The lake was not unattractive. It was a sort of Arctic mere. Vegetation in low growths of willows or alders and ashes, emphasized in the most surprising way by an aberrant pine or even cypress, sticking up its tall spire, covered some of its sides. In patches of grass, the Arctic scene displayed a vigor and brilliancy that brought even from the apathetic Ogga exclamations of interest or delight.
The hunter, emerging on this deep tarn, paused. His eyes rose above the borders of the lake, crossed the empty plateau beyond it, and met again far off Zit, with its iron crown, amid the discomfited and baffled glaciers whose tardy defeat was already recorded in this vacant ground. He seemed absorbed in contemplation when a brushing sound, the sway of crushing branches, and a half suffocated sigh proceeding from a bunch of birches at the head of the lake almost immediately bordering the debouchement of the vociferous river, turned all his languor into strained expectation.
The next instant and the curving tusks of an immense mastodon sprang into view from between the parting branches, and the uplifted trunk of the proboscidean, lifted up between them, hurled outward in this arena of devastation and utter solitude the same trumpeting note which from its congeners in the tropics of India or Africa awoke the echoes of the jungle and the bush. Ogga fell flat upon his chest, watching every movement of his great quarry. The mastodon stopped at the water’s edge and then with a renewed roar plunged into the lake. He was alone. Ogga knew well the call. It was the cry of the desolation of loneliness. The great beast had in some way lost his companions; diverted from their spoor or possibly attacked, it had wandered from the herd, and with almost human desperation was struggling to regain them. The cry was not the note of anger, its shrill vibrant hoarseness marked the exacerbation of a sense of desertion and hopelessness.
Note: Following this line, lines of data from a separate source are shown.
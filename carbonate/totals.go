package carbonate

// Component names one conserved total of a water.
type Component int

// The components, in the order of Totals. The first group takes part in acid
// and base equilibria or ion pairs; the second is inert and only carries charge.
const (
	Carbon Component = iota // dissolved inorganic carbon, reference species CO2
	Calcium
	Magnesium
	Sulfate        // reference SO4 2-
	Ammonia        // reference NH4 +
	Phosphate      // reference H2PO4 -
	Silica         // reference H4SiO4
	Boron          // reference B(OH)3
	Fluoride       // reference F -
	Chlorine       // free chlorine, reference HOCl
	Acetate        // reference CH3COOH
	Formate        // reference HCOOH
	Citrate        // reference H3Cit
	Sodium         // inert from here on
	Potassium      //
	Chloride       //
	Nitrate        //
	OtherHardness  // divalent cations of which only the sum is known: inert, no pairs
	Monochloramine // NH2Cl, formed from chlorine and ammonia: inert, uncharged
	Components     // how many there are
)

// Totals holds the concentration of each component, mol/L, each zero or more.
type Totals [Components]float64

// component facts: the formula that mg/L refers to, its molar mass in g/mol
// (IUPAC standard atomic masses, abridged), and the charge of the reference
// species, the one that the proton condition counts as zero.
type component struct {
	name      string
	formula   string
	molarMass float64
	charge    float64
}

var components = [Components]component{
	Carbon:         {"dissolved inorganic carbon", "C", 12.011, 0},
	Calcium:        {"calcium", "Ca", 40.078, 2},
	Magnesium:      {"magnesium", "Mg", 24.305, 2},
	Sulfate:        {"sulfate", "SO4", 96.06, -2},
	Ammonia:        {"ammonia", "N", 14.007, 1},
	Phosphate:      {"phosphate", "P", 30.974, -1},
	Silica:         {"silica", "SiO2", 60.083, 0},
	Boron:          {"boron", "B", 10.81, 0},
	Fluoride:       {"fluoride", "F", 18.998, -1},
	Chlorine:       {"free chlorine", "Cl2", 70.906, 0},
	Acetate:        {"acetate", "CH3COOH", 60.052, 0},
	Formate:        {"formate", "HCOOH", 46.025, 0},
	Citrate:        {"citrate", "C6H8O7", 192.12, 0},
	Sodium:         {"sodium", "Na", 22.990, 1},
	Potassium:      {"potassium", "K", 39.098, 1},
	Chloride:       {"chloride", "Cl", 35.453, -1},
	Nitrate:        {"nitrate", "NO3", 62.004, -1},
	OtherHardness:  {"hardness of unknown kind", "CaCO3", MolarMassCaCO3, 2},
	Monochloramine: {"monochloramine", "Cl2", 70.906, 0},
}

// Name returns the component's plain name.
func (c Component) Name() string { return components[c].name }

// Formula returns the formula whose mass a mg/L of the component means
// (nitrate as NO3, ammonia as N, silica as SiO2, ...).
func (c Component) Formula() string { return components[c].formula }

// MolarMass returns the mass of that formula in g/mol.
func (c Component) MolarMass() float64 { return components[c].molarMass }

// ReferenceCharge returns the charge of the species that the proton condition
// counts as zero alkalinity.
func (c Component) ReferenceCharge() float64 { return components[c].charge }

// Molar masses of the two formulas in which alkalinity and hardness are
// reported, g/mol.
const (
	MolarMassCaCO3 = 100.087
	MolarMassHCO3  = 61.017
)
The place where the huge creature had entered the water was not deep but thickly encumbered with silt and sediment brought by the stream, loaded with the dust of the attrition of the ancient rocks. Into this unconsolidated mud the unfortunate and disturbed animal sank deeply. Its fore quarters sank first and as its body entered the pond its entire bulk seemed suddenly swallowed up. Its head disappeared beneath the water. The tips of the tusks and the exsert trunk, through which it breathed, were yet above the surface. It was visibly fighting fiercely against engulfment, and the agitated water broke in small waves at the side of Ogga.
The herculean strength of the mastodon won, and essaying still deeper water, liberated from its treacherous footing, it reappeared, its head half emergent, swimming to the opposite shore. Ogga arose on his knees, his spear drawn tightly across his abdomen by both hands, and a smile lurking in his face still wove its intangible tracery of pleasure about his eyes.